Il n’y a plus de camion, son camarade est littéralement haché. Il aperçoit le sergent BRUT . Il est appuyé contre un arbre. Marcel CHASTANET s’approche, le secoue, il s’effondre. Il a la tête tranchée, séparée du corps. Il entend appeler. Il voit le lieutenant ARNAUD , couché sur le dos. Il a les jambes déchiquetées. Il le prend comme il peut et le met sur son dos. Descendu à nouveau dans le fossé il l’emmène vers le camion. Une mitrailleuse les prend en point de mire. Quelle distance a-t-il parcourue jusqu’au poste de secours où le médecin capitaine LEVY-LEROY soigne les blessés ? Il ne sait pas mais ce fut long.

En chemin il voit un copain qui comme lui porte un blessé dont la capote est brulée dans le dos. Ce pauvre diable est devenu sourd. Il nous dit être de Lyon.

Marcel CHASTANET dépose le Lt ARNAUD au camion ambulance et retourne chercher le sapeur qu’il a vu dans le fossé. Il a une jambe cassée. Il le charge et le ramène à l’arrière. Les mitrailleuses se font toujours entendre. Il repart à nouveau au secours d’autres blessés.

Les tirs redoublent. Il se met à l’abri d’un Sherman. A l’intérieur il entend parler.

Les tirs étant moins danse il part de nouveau secourir un légionnaire. Il le transporte au camion infirmerie.

Vers minuit ce qui reste de la section est relevé par la 2e section commandée par le lieutenant SERROR.

Le lendemain après-midi, Marcel CHASTANET revient en GMC au pont sur la Blind avec l’adjudant Ben Baous. Triste privilège que de chercher ses copains parmi les cadavres mutilés .

A Limoges, 37 ans plus tard, au cours d’une réunion Rhin et Danube Marcel CHASTANET fait la connaissance de Robert CONSTANT, pilote du Bautzen, ce Sherman qui l’abrita quelques instants la nuit du 27 au 28 janvier 1945.

Ce blindé était stationné au bord de la Blind.

Robert CONSTANT lui raconta ce qu’il vécut :

Le GMC du Génie est venu s’installer au bord de la Blind presque devant le Bautzen. Les sapeurs se sont tout de suite mis au travail.

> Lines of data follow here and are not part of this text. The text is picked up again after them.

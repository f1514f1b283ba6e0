"""How often ordinary raters are flagged: per rater for each flag, and per panel.

Runs the real ``calibrate.audit`` on simulated study folders (``tests/chance_panels.py``:
straight-line policies on a 1-7 scale with a ceiling, hidden repeats with good retest,
no planted offset, drift, cut-off or excluded effect) and reports

* per flag, the share of raters whose per-rater test rejects at the unadjusted 5%
  (tested flags) or who carry the flag (rules and data conditions);
* the share of panels showing any flag that is not a data condition, against the
  panel-wise rate stated in results.json (``panels[].chance_flags.panelwise_rate``),
  with its 99.9% binomial interval (Clopper-Pearson);
* the mean number of tested flags shown per panel against ``expected_chance_flags``.

    PYTHONPATH=. python benchmarks/bench_chance_flags.py --panels 100
"""

from __future__ import annotations

import argparse
import collections
import sys
import tempfile
import time
from pathlib import Path

import numpy as np
from scipy import stats

sys.path.insert(0, str(Path(__file__).resolve().parents[1]))

from calibrate.analyses import TESTED_FLAGS, audit  # noqa: E402
from tests.chance_panels import DATA_CONDITIONS, chance_flags, write_ordinary_panel  # noqa: E402


def clopper_pearson(k: int, n: int, level: float = 0.999) -> tuple[float, float]:
    a = (1 - level) / 2
    low = stats.beta.ppf(a, k, n - k + 1) if k else 0.0
    high = stats.beta.ppf(1 - a, k + 1, n - k) if k < n else 1.0
    return float(low), float(high)


def run(n_panels: int, seed0: int, n_boot: int, **options) -> dict:
    per_test = collections.defaultdict(list)      # (flag, test) -> unadjusted p < .05
    carried = collections.Counter()
    n_raters = 0
    any_flag = any_tested = 0
    shown, stated, expected = [], [], []
    reach = []
    with tempfile.TemporaryDirectory() as folder:
        for s in range(seed0, seed0 + n_panels):
            spec = write_ordinary_panel(Path(folder) / f"panel{s}", s, **options)
            result = audit(spec, n_boot=n_boot)
            d = result.to_dict()
            tests = result.tables["chance_flags"]
            for (flag, test), group in tests.groupby(["flag", "test"]):
                key = (flag, "attribute" if flag == "excluded_attribute" else test)
                per_test[key] += list(group["p_value"] < 0.05)
            for e in d["raters"]:
                n_raters += 1
                carried.update(e["flags"])
                if e["retest"] is not None:
                    reach.append((e["retest"]["n_pairs"], e["retest"]["flag_detectable_below"]))
            panel = d["panels"][0]["chance_flags"]
            stated.append(panel["panelwise_rate"])
            expected.append(panel["expected_chance_flags"])
            shown.append(panel["flags_shown"])
            any_flag += bool(chance_flags(d))
            any_tested += panel["flags_shown"] > 0
    return {"n_panels": n_panels, "n_raters": n_raters, "per_test": dict(per_test),
            "carried": carried, "any_flag": any_flag, "any_tested": any_tested,
            "stated": float(np.mean(stated)), "expected": float(np.mean(expected)),
            "shown": float(np.mean(shown)), "reach": reach}


def report(out: dict) -> None:
    n, R = out["n_panels"], out["n_raters"]
    print(f"{n} panels, {R} rater-phases")
    print("per-rater rate of each tested flag's own test at the unadjusted 5%:")
    for (flag, test), hits in sorted(out["per_test"].items()):
        k = int(np.sum(hits))
        lo, hi = clopper_pearson(k, len(hits))
        print(f"  {flag:20s} {test:12s} {100 * k / len(hits):5.1f}%  (99.9%: {100 * lo:.1f}-{100 * hi:.1f}%, "
              f"{len(hits)} tests)")
    print("share of raters carrying each flag (after the panel-wide decision):")
    for flag, k in sorted(out["carried"].items()):
        kind = ("tested" if flag in TESTED_FLAGS else "data condition" if flag in DATA_CONDITIONS else "rule")
        print(f"  {flag:20s} {100 * k / R:5.2f}%  ({kind})")
    for label, k in (("any tested flag", out["any_tested"]), ("any flag that is not a data condition",
                                                             out["any_flag"])):
        lo, hi = clopper_pearson(k, n)
        print(f"panels with {label}: {k} of {n} = {100 * k / n:.1f}% (99.9%: {100 * lo:.1f}-{100 * hi:.1f}%); "
              f"stated panel-wise rate {100 * out['stated']:.1f}%")
    print(f"tested flags shown per panel: {out['shown']:.3f}; stated expected {out['expected']:.3f}")
    pairs = collections.defaultdict(list)
    for n_pairs, value in out["reach"]:
        pairs[n_pairs].append(value)
    print("low_retest can flag only r below (median over raters, by number of repeats): "
          + ", ".join(f"{k}: {np.nanmedian(v):.2f}" for k, v in sorted(pairs.items())))


def main() -> None:
    parser = argparse.ArgumentParser(description=__doc__.splitlines()[0])
    parser.add_argument("--panels", type=int, default=100)
    parser.add_argument("--seed", type=int, default=1000)
    parser.add_argument("--n-boot", type=int, default=200)
    parser.add_argument("--readers-per-case", type=int, default=None)
    parser.add_argument("--mean", type=float, default=4.5)
    args = parser.parse_args()
    start = time.perf_counter()
    out = run(args.panels, args.seed, args.n_boot, readers_per_case=args.readers_per_case, mean=args.mean)
    report(out)
    print(f"{time.perf_counter() - start:.0f} s")


if __name__ == "__main__":
    main()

Tard dans la nuit un nouveau violent tir d’obus s’abat sur nous. J’ai vu, par mon périscope, une grande explosion. Le camion du Génie venait d’être pulvérisé par un ou plusieurs obus. De grands cris s’élevèrent. J’ai vu des corps allongés, des hommes qui couraient certains vers mon char pour tenter de s’abriter. J’ai entendu quelqu’un crier : Venez me chercher, j’ai les jambes coupées.

Robert CONSTANT raconta également à Marcel CHASTANET qu’à son arrivée a bord du Bautzen il aperçu, dépassant d’un petit tas de terre, un casque allemand. J’ai aussitôt ordonné à PICOULEAU mon copilote, de tirer dessus avec sa mitrailleuse. Par le laryngophone j’ai alerté la tourelle et ordonné à THUYARE , le tireur, d’envoyer un obus de 75 qui fit mouche. Mais l’allemand avait quand même eu le temps de tirer son panzerfaust qui a bien touché notre char mais à du ricocher sur le blindage car il n’a pas pénétré. Il y avait également un officier. Tous les deux ont été tués.

Au cours d’une autre réunion à laquelle Marcel Chastanet assiste, Picouleau montre à ses voisins de table une photographie prise par lui-même le 28 janvier.

C’est une vue des bords de la Blind sur laquelle on distingue bien le corps de l’officier allemand et de son grenadier.

Marcel Chastanet la regardant s’écrie " mais j’ai la même ". Je l’ai prise le 28 janvier.

Les deux photos comparées, seul un détail les différencie.

42 ans plus tard, à Ajaccio, le docteur LEVY-LEROY, le médecin du Bataillon s’écrit :

Mais c’est CHASTANET ce sapeur qui eut le courage de retourner, dans l’enfer de Grussenheim, chercher d’autres blessés .

Récit recueilli par Pol PORTEVIN
Compagnie sur 1 / 1 du Génie de la 1e D.F.L.